Problem to work on:
Return exactly those lines of the material below that fall between the line holding "gathering.add_weighed(np.array(numbers))" and the line holding "meanings = _meanings(plan)", inclusive.

Input data below:

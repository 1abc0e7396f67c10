"""Cells matched with the texts that mean something: the answers of a question, the states of an outcome."""

from collections.abc import Mapping
from dataclasses import dataclass

import numpy as np

from clinicalc.cohort.cells import read_number
from clinicalc.cohort.raw import Numbers, RawColumn, number_text
from clinicalc.cohort.sightings import Mask

_MOST_DISTINCT = 1000
"""A column of more distinct numbers has no answers; beyond that none are counted one by one."""


@dataclass(frozen=True, slots=True, eq=False)
class Matched:
    """`values` has the meaning of each cell, NaN where it is missing or a stranger.

    `strangers` are texts that mean nothing here, with how many cells hold each, the most frequent first; `found`
    the same of all texts; `where` says in which cells the strangers stand.
    """

    values: Numbers
    found: tuple[tuple[str, int], ...]
    strangers: tuple[tuple[str, int], ...]
    where: Mask


def match_cells(raw: RawColumn, meanings: Mapping[str, float], missing: Mask) -> Matched:
    """Each cell by its text: exactly, else without regard to capitals, else as the same number (1, 1.0, 01)."""
    values = np.full(len(raw.numbers), np.nan)
    counts: dict[str, int] = {}
    if raw.codes is not None:
        spoken = (raw.codes >= 0) & ~missing
        read = np.array([_meaning(text, meanings) for text in raw.levels] + [np.nan])
        values = np.where(spoken, read[raw.codes], values)
        tally = np.bincount(raw.codes[spoken], minlength=len(raw.levels))
        counts |= {raw.levels[place]: int(tally[place]) for place in np.flatnonzero(tally)}
    plain = ~np.isnan(raw.numbers) & ~missing
    distinct, tally = np.unique(raw.numbers[plain], return_counts=True)
    for number, count in zip(distinct[:_MOST_DISTINCT], tally[:_MOST_DISTINCT], strict=True):
        text = number_text(float(number))
        counts[text] = counts.get(text, 0) + int(count)
        meaning = _meaning(text, meanings)
        if not np.isnan(meaning):
            values[plain & (raw.numbers == number)] = meaning
    found = tuple(sorted(counts.items(), key=lambda pair: -pair[1]))
    strangers = tuple(pair for pair in found if np.isnan(_meaning(pair[0], meanings)))
    return Matched(values, found, strangers, ~missing & np.isnan(values))


def _meaning(text: str, meanings: Mapping[str, float]) -> float:
    if text in meanings:
        return meanings[text]
    folded = {value for key, value in meanings.items() if key.casefold() == text.casefold()}
    if len(folded) == 1:
        return folded.pop()
    number = read_number(text, exactly=False)
    if number is None:
        return np.nan
    same = {value for key, value in meanings.items() if read_number(key, exactly=False) == number}
    return same.pop() if len(same) == 1 else np.nan
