"""What a number predictor is measured in here: the unit of its column, its own unit, and its limits."""

from dataclasses import dataclass

from msgspec import UnsetType

from clinicalc.assessment.fields import OPEN, NumberField
from clinicalc.assessment.limits import words_for
from clinicalc.coefficients.schema import Limits, NumberPredictor
from clinicalc.cohort.dictionary import ColumnEntry
from clinicalc.units.conversion import Conversion, conversion
from clinicalc.units.fitting import possible_in, usual_in
from clinicalc.units.quantity import Range, quantity
from clinicalc.units.unit import unit


@dataclass(frozen=True, slots=True)
class Measure:
    """The predictor as a field of numbers, the UCUM code of the column's unit, and the way from there to its own."""

    field: NumberField
    code: str
    into: Conversion

    @property
    def spelling(self) -> str:
        """The column's unit as people write it, "" for a bare number."""
        return unit(self.code).spelling

    def limit_words(self, limits: Limits) -> str:
        """Limits in the column's unit as they stand in a sentence."""
        return words_for(self.field, limits, self.code)

    def usual_in(self, code: str) -> Range | None:
        """The usual range in the digits of a unit."""
        return usual_in(self.field.quantity, code, self.field.factor)


def measure_of(predictor: NumberPredictor, entry: ColumnEntry) -> Measure:
    """How the column of a number predictor is measured. Raises UnitError where the two units do not convert."""
    kind = quantity(predictor.quantity)
    factor = None if isinstance(predictor.factor, UnsetType) else predictor.factor
    code = entry.unit or predictor.unit
    field = NumberField(
        id=predictor.id,
        label=predictor.label,
        group=predictor.group,
        quantity=kind,
        unit=predictor.unit,
        factor=factor,
        possible=_narrow(predictor.possible, possible_in(kind, predictor.unit, factor)),
        usual=_narrow(predictor.usual, usual_in(kind, predictor.unit, factor)),
        derivation=OPEN,
        derivation_stops=False,
        valid_days=None,
        meaning="",
    )
    return Measure(field, code, conversion(kind, code, predictor.unit, factor))


def _narrow(stated: Limits | UnsetType, table: Range | None) -> Limits:
    """The predictor's own range, each open side filled from the table's."""
    low, high = OPEN if isinstance(stated, UnsetType) else stated
    if table is None:
        return low, high
    return (table.low if low is None else low), (table.high if high is None else high)
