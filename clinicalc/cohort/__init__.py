"""A table of people read, its columns explained by a dictionary, and checked: what a model is fitted to.

Knows files and people, and nothing of fits: `table` reads, `proposing` suggests what the columns are, `checking` says
everything that is wrong with them at once and hands over arrays in the predictors' own units. pandas reads what is not
plain text (Parquet, Excel, Stata), inside functions.
"""
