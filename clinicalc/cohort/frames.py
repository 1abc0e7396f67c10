"""Parquet, Excel and Stata tables, read by pandas and taken over cell by cell."""

from __future__ import annotations

from collections.abc import Callable
from importlib.util import find_spec
from pathlib import Path
from typing import TYPE_CHECKING, Any
from zipfile import BadZipFile

import numpy as np

from clinicalc.cohort.cells import CellGathering, read_number
from clinicalc.cohort.course import Course
from clinicalc.cohort.delimited import settle_names, tell_blank
from clinicalc.cohort.raw import RawColumn, RawTable, number_text
from clinicalc.errors import Problem, TableRefused

if TYPE_CHECKING:
    import pandas as pd

_UNREADABLE = (ValueError, OSError, KeyError, ImportError, EOFError, TypeError, AttributeError, BadZipFile)
"""What the readers raise over a file that is not what its name says."""
_EXACT = float(2**53)
"""Whole numbers up to here stand exactly in a float."""


def read_parquet(path: Path, course: Course) -> RawTable:
    """The table in a Parquet file. Raises TableRefused where it cannot be read, or the extra `files` is lacking."""
    require(path, "pyarrow", "Parquet")
    import pandas as pd

    return _take_over(
        path, lambda: pd.read_parquet(path), course, "Read as Parquet; lines are counted from 1.", first_line=1
    )


def read_excel(path: Path, course: Course) -> RawTable:
    """The first sheet of an Excel file. Raises TableRefused where it cannot be read, or the extra is lacking."""
    require(path, "openpyxl", "Excel")
    import pandas as pd

    def read() -> pd.DataFrame:
        rows = pd.read_excel(path, engine="openpyxl", header=None, dtype=object, keep_default_na=False, na_values=[""])
        header = [_cell_text(cell) for cell in rows.iloc[0]] if len(rows) else []
        frame = rows.iloc[1:]
        frame.columns = pd.Index(settle_names(path.name, header))
        return frame

    return _take_over(path, read, course, "Read as Excel, its first sheet.", first_line=2)


def read_stata(path: Path, course: Course) -> RawTable:
    """The table in a Stata file, value labels as texts. Raises TableRefused where it cannot be read."""
    import pandas as pd

    def read() -> pd.DataFrame:
        try:
            return pd.read_stata(path)
        except ValueError:
            # labels that stand for two numbers: the numbers are kept
            return pd.read_stata(path, convert_categoricals=False)

    return _take_over(path, read, course, "Read as Stata; lines are counted from 1.", first_line=1)


def require(path: Path, package: str, form: str) -> None:
    """Nothing where a package is installed; else TableRefused with a sentence that names the extra."""
    if find_spec(package) is None:
        why = f'{form} files need the package {package}: install clinicalc with its extra, "clinicalc[files]".'
        raise TableRefused(path.name, (Problem("", f"{why} Or save the table as CSV."),))


def _take_over(path: Path, read: Callable[[], pd.DataFrame], course: Course, told: str, *, first_line: int) -> RawTable:
    course.say("Reading the table")
    try:
        frame = read()
    except _UNREADABLE as error:
        why = f"It cannot be read as what its name says it is ({type(error).__name__}). Save it again, or as CSV."
        raise TableRefused(path.name, (Problem("", why),)) from error
    if frame.index.name is not None:
        frame = frame.reset_index()
    names = settle_names(path.name, [str(name) for name in frame.columns])
    columns = []
    for place, name in enumerate(names):
        course.go_on()
        columns.append(_take_column(name, frame.iloc[:, place]))
    lines = np.arange(first_line, first_line + len(frame), dtype=np.int64)
    return _without_blank(RawTable(path.name, tuple(columns), lines, told))


def _without_blank(table: RawTable) -> RawTable:
    """The table without lines that hold nothing, as Excel leaves them below a table."""
    blank = np.ones(table.rows, dtype=bool)
    for column in table.columns:
        blank &= column.empty()
    if not blank.any():
        return table
    kept = ~blank
    columns = tuple(
        RawColumn(one.name, one.numbers[kept], None if one.codes is None else one.codes[kept], one.levels)
        for one in table.columns
    )
    return RawTable(table.file, columns, table.lines[kept], f"{table.told}{tell_blank(int(blank.sum()))}")


def _take_column(name: str, series: pd.Series[Any]) -> RawColumn:
    import pandas as pd

    gathering = CellGathering(name)
    kind = series.dtype
    if pd.api.types.is_numeric_dtype(kind) and not pd.api.types.is_bool_dtype(kind):
        numbers = series.to_numpy(dtype=np.float64, na_value=np.nan)
        large = pd.api.types.is_integer_dtype(kind) and bool((np.abs(numbers) >= _EXACT).any())
        if not large and not np.isinf(numbers).any():
            gathering.add_weighed(np.array(numbers))
            return gathering.column()
    codes, uniques = pd.factorize(series)
    weighed = [_weigh(value) for value in uniques]
    numbers = np.array([number for number, _ in weighed] + [np.nan])[codes]
    texts = [text for _, text in weighed] + [None]
    gathering.add_weighed(numbers, None if not any(texts) else (texts[code] for code in codes))
    return gathering.column()


def _weigh(value: object) -> tuple[float, str | None]:
    """The number of a cell, or NaN and its text; whole numbers that no float holds stay texts."""
    if isinstance(value, int | float) and not isinstance(value, bool) and abs(value) < _EXACT:
        return float(value), None
    text = _cell_text(value)
    number = read_number(text)
    return (np.nan, text or None) if number is None else (number, None)


def _cell_text(value: object) -> str:
    """A cell as it would stand in a text file: dates as 2021-03-05, nothing for what is missing."""
    if value is None or value != value:
        return ""
    if isinstance(value, float):
        return number_text(value)
    text = str(value).strip()
    return text.removesuffix(" 00:00:00")
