"""The states of an outcome column: which text means the event, and which texts nobody explained."""

from collections.abc import Iterator, Mapping

import numpy as np

from clinicalc.assessment.findings import Grade
from clinicalc.assessment.numerals import NARROW_SPACE
from clinicalc.coefficients.pointers import quoted, suggest
from clinicalc.cohort.dictionary import OutcomeKind, OutcomePlan
from clinicalc.cohort.matching import Matched, match_cells
from clinicalc.cohort.missing_cells import find_missing
from clinicalc.cohort.problems import DataProblem, ProblemCode
from clinicalc.cohort.raw import Numbers, RawColumn
from clinicalc.cohort.sightings import Lines, count_words, name_column, see, share_words

_EVENT_WORDS = ("1", "yes", "true")
_NO_EVENT_WORDS = ("0", "no", "false")
_MANY_MISSING = 0.3


def take_states(raw: RawColumn, plan: OutcomePlan, lines: Lines) -> tuple[Numbers, tuple[DataProblem, ...]]:
    """0, 1 for the event, 2 for a competing event, NaN where missing or not explained; and the problems."""
    meanings = _meanings(plan)
    missing = find_missing(raw, (), meanings)
    matched = match_cells(raw, meanings, missing)
    problems = [*_find_strangers(raw.name, plan, meanings, matched, lines)]
    if not matched.strangers:
        problems += _find_absent(raw.name, plan, matched)
    if missing.any() and not missing.all():
        problems.append(tell_missing_outcome(raw.name, int(missing.sum()), len(missing), see(missing, lines).lines))
    return matched.values, tuple(problems)


def tell_missing_outcome(column: str, count: int, of: int, lines: tuple[int, ...]) -> DataProblem:
    """What is said where the outcome of some people is not known."""
    said = f"{name_column(column)} says nothing in {count:,} of {of:,} lines ({share_words(count, of)}): without an"
    said += " outcome these people cannot be used."
    gravity = Grade.CAUTION if count >= _MANY_MISSING * of else Grade.NOTE
    return DataProblem(gravity, column, ProblemCode.OUTCOME_MISSING, count, lines, said)


def _no_event(plan: OutcomePlan) -> tuple[str, ...]:
    return plan.no_event if plan.kind is OutcomeKind.BINARY else plan.censored


def _meanings(plan: OutcomePlan) -> Mapping[str, float]:
    meanings = dict.fromkeys((text.strip() for text in plan.competing), 2.0)
    meanings |= dict.fromkeys((text.strip() for text in plan.event or _EVENT_WORDS), 1.0)
    for text in _no_event(plan) or _NO_EVENT_WORDS:
        meanings.setdefault(text.strip(), 0.0)
    return meanings


def _find_strangers(
    column: str, plan: OutcomePlan, meanings: Mapping[str, float], matched: Matched, lines: Lines
) -> Iterator[DataProblem]:
    if not matched.strangers:
        return
    seen = see(matched.where, lines)
    named, other = name_column(column), "no_event" if plan.kind is OutcomeKind.BINARY else "censored"
    texts = {text for text, _ in matched.found}
    if texts <= {"1", "2"}:
        said = (
            f"{named} holds {count_words(matched.found)}, where 0 and 1 were expected. Which is the event? Say so: "
            f'event = "2" and {other} = "1", or the other way round.'
        )
        yield DataProblem(Grade.STOP, column, ProblemCode.CODED_ONE_TWO, seen.count, seen.lines, said)
        return
    also = "" if plan.kind is OutcomeKind.BINARY else ", competing"
    close = suggest(matched.strangers[0][0], [text for text in meanings if len(text) > 1])
    said = (
        f"{named} holds {count_words(matched.strangers)}, first in line {seen.lines[0]}, and nobody said what that "
        f"means.{close} Put it under event, {other}{also}, or correct the cells."
    )
    yield DataProblem(Grade.STOP, column, ProblemCode.STATUS, seen.count, seen.lines, said)


def _find_absent(column: str, plan: OutcomePlan, matched: Matched) -> Iterator[DataProblem]:
    known = matched.values[np.isfinite(matched.values)]
    named = name_column(column)
    if not len(known):
        said = f"{named} says of nobody what happened. Name the right column in the dictionary."
        yield DataProblem(Grade.STOP, column, ProblemCode.OUTCOME_MISSING, 0, (), said)
    elif not (known == 1.0).any():
        texts = " or ".join(quoted(text) for text in plan.event or _EVENT_WORDS[:1])
        said = f"{named}: nobody had the event ({texts} stands in no line); it holds {count_words(matched.found)}."
        said += " Without events nothing can be worked out: check which text means the event."
        yield DataProblem(Grade.STOP, column, ProblemCode.NO_EVENTS, 0, (), said)
    elif plan.kind is OutcomeKind.BINARY and not (known == 0.0).any():
        said = f"{named}: everybody had the event (100{NARROW_SPACE}%), so that nothing tells people apart."
        yield DataProblem(Grade.STOP, column, ProblemCode.NO_EVENTS, 0, (), f"{said} Check what no event is.")
    elif plan.kind is OutcomeKind.TIME_TO_EVENT and not (known == 0.0).any():
        texts = " or ".join(quoted(text) for text in plan.censored or _NO_EVENT_WORDS[:1])
        said = f"{named}: nobody left without an event ({texts} stands in no line); it holds"
        said += f" {count_words(matched.found)}. That is rare: check which text means what."
        yield DataProblem(Grade.CAUTION, column, ProblemCode.STATUS, 0, (), said)
    if len(known) and plan.competing and not (known == 2.0).any():
        said = f"{named}: no competing event ({', '.join(map(quoted, plan.competing))}) stands in any line."
        yield DataProblem(Grade.NOTE, column, ProblemCode.STATUS, 0, (), said)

End of Input data.

Your solution:
            gathering.add_weighed(np.array(numbers))
            return gathering.column()
    codes, uniques = pd.factorize(series)
    weighed = [_weigh(value) for value in uniques]
    numbers = np.array([number for number, _ in weighed] + [np.nan])[codes]
    texts = [text for _, text in weighed] + [None]
    gathering.add_weighed(numbers, None if not any(texts) else (texts[code] for code in codes))
    return gathering.column()


def _weigh(value: object) -> tuple[float, str | None]:
    """The number of a cell, or NaN and its text; whole numbers that no float holds stay texts."""
    if isinstance(value, int | float) and not isinstance(value, bool) and abs(value) < _EXACT:
        return float(value), None
    text = _cell_text(value)
    number = read_number(text)
    return (np.nan, text or None) if number is None else (number, None)


def _cell_text(value: object) -> str:
    """A cell as it would stand in a text file: dates as 2021-03-05, nothing for what is missing."""
    if value is None or value != value:
        return ""
    if isinstance(value, float):
        return number_text(value)
    text = str(value).strip()
    return text.removesuffix(" 00:00:00")
"""The states of an outcome column: which text means the event, and which texts nobody explained."""

from collections.abc import Iterator, Mapping

import numpy as np

from clinicalc.assessment.findings import Grade
from clinicalc.assessment.numerals import NARROW_SPACE
from clinicalc.coefficients.pointers import quoted, suggest
from clinicalc.cohort.dictionary import OutcomeKind, OutcomePlan
from clinicalc.cohort.matching import Matched, match_cells
from clinicalc.cohort.missing_cells import find_missing
from clinicalc.cohort.problems import DataProblem, ProblemCode
from clinicalc.cohort.raw import Numbers, RawColumn
from clinicalc.cohort.sightings import Lines, count_words, name_column, see, share_words

_EVENT_WORDS = ("1", "yes", "true")
_NO_EVENT_WORDS = ("0", "no", "false")
_MANY_MISSING = 0.3


def take_states(raw: RawColumn, plan: OutcomePlan, lines: Lines) -> tuple[Numbers, tuple[DataProblem, ...]]:
    """0, 1 for the event, 2 for a competing event, NaN where missing or not explained; and the problems."""
    meanings = _meanings(plan)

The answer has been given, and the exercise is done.